On 17 November 1991, a new constitution was adopted. Opposition parties began to be organized and sought official recognition in 1992. Eventually an election was held on 21 November 1993 and the PDGE won 68 of 80 seats. But the major opposition parties boycotted the election and as many as 80% of the eligible voters refused to participate. The new cabinet was expanded from 34 to 42 members.
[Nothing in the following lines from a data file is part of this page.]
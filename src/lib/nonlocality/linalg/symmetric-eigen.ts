/** Eigenvalues of real symmetric matrices. */

const MOST_SWEEPS = 60;

/**
 * Smallest eigenvalue of a symmetric tridiagonal matrix, from below, by bisection on the number of
 * negative pivots (Sturm's theorem).
 * @param diagonal `n` entries; @param offDiagonal `n - 1` entries; more are not looked at.
 * @param precision of the result, relative to the distances from 0 of the interval around it.
 */
export function smallestTridiagonalEigenvalue(
	diagonal: ArrayLike<number>,
	offDiagonal: ArrayLike<number>,
	n = diagonal.length,
	precision = 1e-15
): number {
	let low = Infinity;
	let high = Infinity;
	for (let i = 0; i < n; i++) {
		const before = i > 0 ? Math.abs(offDiagonal[i - 1] ?? 0) : 0;
		const after = i + 1 < n ? Math.abs(offDiagonal[i] ?? 0) : 0;
		low = Math.min(low, (diagonal[i] ?? 0) - before - after);
		high = Math.min(high, diagonal[i] ?? 0);
	}
	while (high - low > precision * (Math.abs(low) + Math.abs(high))) {
		const middle = low + (high - low) / 2;
		if (middle <= low || middle >= high) break;
		if (hasEigenvalueBelow(diagonal, offDiagonal, n, middle)) high = middle;
		else low = middle;
	}
	return low;
}

function hasEigenvalueBelow(
	diagonal: ArrayLike<number>,
	offDiagonal: ArrayLike<number>,
	n: number,
	shift: number
): boolean {
	let pivot = 1;
	for (let i = 0; i < n; i++) {
		const off = i > 0 ? (offDiagonal[i - 1] ?? 0) : 0;
		pivot = (diagonal[i] ?? 0) - shift - (off === 0 ? 0 : (off * off) / pivot);
		if (pivot < 0) return true;
		if (pivot === 0) pivot = Number.MIN_VALUE;
	}
	return false;
}

/**
 * Eigenvalues (ascending) and orthonormal eigenvectors of a symmetric row-major `n x n` matrix by
 * cyclic Jacobi rotations: slower than tridiagonalisation, but accurate to the last digits.
 * `vectors` holds eigenvector k in row k.
 */
export function symmetricEigen(
	matrix: Float64Array,
	n: number
): { values: Float64Array; vectors: Float64Array } {
	const a = matrix.slice(0, n * n);
	const v = new Float64Array(n * n);
	for (let i = 0; i < n; i++) v[i * n + i] = 1;
	for (let sweep = 0; sweep < MOST_SWEEPS; sweep++) {
		let off = 0;
		let all = 0;
		for (let i = 0; i < n; i++) {
			for (let j = 0; j < n; j++) {
				const square = (a[i * n + j] ?? 0) ** 2;
				all += square;
				if (i !== j) off += square;
			}
		}
		if (off <= 1e-32 * all) break;
		for (let p = 0; p < n - 1; p++) for (let q = p + 1; q < n; q++) rotate(a, v, n, p, q);
	}
	const order = Array.from({ length: n }, (_, i) => i).sort(
		(i, j) => (a[i * n + i] ?? 0) - (a[j * n + j] ?? 0)
	);
	const values = new Float64Array(n);
	const vectors = new Float64Array(n * n);
	order.forEach((from, to) => {
		values[to] = a[from * n + from] ?? 0;
		vectors.set(v.subarray(from * n, from * n + n), to * n);
	});
	return { values, vectors };
}

function rotate(a: Float64Array, v: Float64Array, n: number, p: number, q: number): void {
	const apq = a[p * n + q] ?? 0;
	if (apq === 0) return;
	const theta = ((a[q * n + q] ?? 0) - (a[p * n + p] ?? 0)) / (2 * apq);
	const t = (theta < 0 ? -1 : 1) / (Math.abs(theta) + Math.sqrt(theta * theta + 1));
	const c = 1 / Math.sqrt(t * t + 1);
	const s = t * c;
	for (let k = 0; k < n; k++) {
		const kp = a[k * n + p] ?? 0;
		const kq = a[k * n + q] ?? 0;
		a[k * n + p] = c * kp - s * kq;
		a[k * n + q] = s * kp + c * kq;
	}
	for (const target of [a, v]) {
		for (let k = 0; k < n; k++) {
			const pk = target[p * n + k] ?? 0;
			const qk = target[q * n + k] ?? 0;
			target[p * n + k] = c * pk - s * qk;
			target[q * n + k] = s * pk + c * qk;
		}
	}
}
On 25 February 1996, Obiang was reelected to the presidency for another 7-year term, receiving 98% of the vote. The poll was declared farcical by foreign observers. Despite a boycott of the elections by the three main opposition parties, voter turnout was 86%. Obiang's plan to form a government of national unity failed due to refusal of the opposition, because their conditions for participation had not been met.
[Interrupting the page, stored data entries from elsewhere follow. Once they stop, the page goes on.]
const MOST_LAGUERRE_STEPS = 60;

/**
 * Smallest eigenvalue of a symmetric tridiagonal matrix by Laguerre's method, which approaches it
 * monotonically from below and converges cubically (Parlett, The Symmetric Eigenvalue Problem,
 * ch. 3; derivatives of the determinant from those of the pivots).
 * @param diagonal `n` entries; @param offDiagonal `n - 1` entries; more are not looked at.
 * @param precision where to stop: length of a step relative to the spectrum's bound
 */
export function smallestTridiagonalEigenvalue(
	diagonal: ArrayLike<number>,
	offDiagonal: ArrayLike<number>,
	n = diagonal.length,
	precision = 1e-15
): number {
	let low = Infinity;
	let size = 0;
	for (let i = 0; i < n; i++) {
		const before = i > 0 ? Math.abs(offDiagonal[i - 1] ?? 0) : 0;
		const after = i + 1 < n ? Math.abs(offDiagonal[i] ?? 0) : 0;
		low = Math.min(low, (diagonal[i] ?? 0) - before - after);
		size = Math.max(size, Math.abs(diagonal[i] ?? 0) + before + after);
	}
	for (let step = 0; step < MOST_LAGUERRE_STEPS; step++) {
		const length = laguerreStep(diagonal, offDiagonal, n, low);
		if (!(length > 0)) break;
		low += length;
		if (length <= precision * size) break;
	}
	return low;
}

/** From `x` below all eigenvalues; 0 when a pivot says that it is not below them. */
function laguerreStep(
	diagonal: ArrayLike<number>,
	offDiagonal: ArrayLike<number>,
	n: number,
	x: number
): number {
	let first = 0; // p'/p
	let second = 0; // -(p'/p)'
	let inverse = 0; // 1 / pivot
	let u = 0; // pivot' / pivot
	let v = 0; // pivot'' / pivot
	for (let i = 0; i < n; i++) {
		const off = i > 0 ? (offDiagonal[i - 1] ?? 0) : 0;
		const ratio = off * off * inverse;
		const pivot = (diagonal[i] ?? 0) - x - ratio;
		if (!(pivot > 0)) return 0;
		inverse = 1 / pivot;
		v = ratio * (v - 2 * u * u) * inverse;
		u = (ratio * u - 1) * inverse;
		first += u;
		second += u * u - v;
	}
	const root = Math.sqrt(Math.max(0, (n - 1) * (n * second - first * first)));
	return n / (root - first);
}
New wealth from substantial oil and gas reserves discovered off the coast in 1996 boosted the tiny country's impoverished economy, but the wealth did not reach the poor. Government corruption and mismanagement were rampant and some 80% of the wealth was amassed by less than 5% of the population, mostly Obiang's family clan. Growing discontent resulted in at least two coups d'état (the government attributed one in May 1997 to opposition Progress Party leader, Severo Moto) and a rebellion on Bioko Island by members of the disenfranchised Bubi ethnic group in January 1998. A military court sentenced 15 of the 215 Bubi activists to death. In September Obiang suspended the sentence, under international pressure.
The ruling PDGE won 65 of the 80 seats in the second multiparty parliamentary elections held on 7 March 1999. In July 1999, the Prime Minister, Angel Serafin Seriche Dougan, and his government resigned, apparently to pave way for a government of national unity. The president offered to give a cabinet position to each of the opposition parties. Second multi-party legislative elections were held on 7 March 1999. Mainstream opposition parties participated in the elections, but along with the international community, denounced the elections for serious irregularities. The ruling PDGE again won 75 seats. The Convergence for a Social Democracy (CPDS) and the People's Union (UP) respectively got one and four seats.
In elections held 15 December 2002 Obiang officially was reelected with 97.1% to 2.2% of the vote for Celestino Bonifacio Bacale, but as in the past, the elections were marred by fraud, and held little credibility either domestically or abroad.
The judiciary, which often has come under international scrutiny, scheduled a national conference in January 2003 to seek ways to improve human rights and to strengthen rule of law following criticism by rights groups, the opposition, and the Spanish government of the sentencing of 68 opposition activists for between six and 20 years in jail on charges of plotting to overthrow the president. Also in January 2003, Equatorial Guinea sent a contingent of soldiers to Central African Republic as part of the Economic and Monetary Community of Central African States' (CEMAC) peacekeeping force in the region.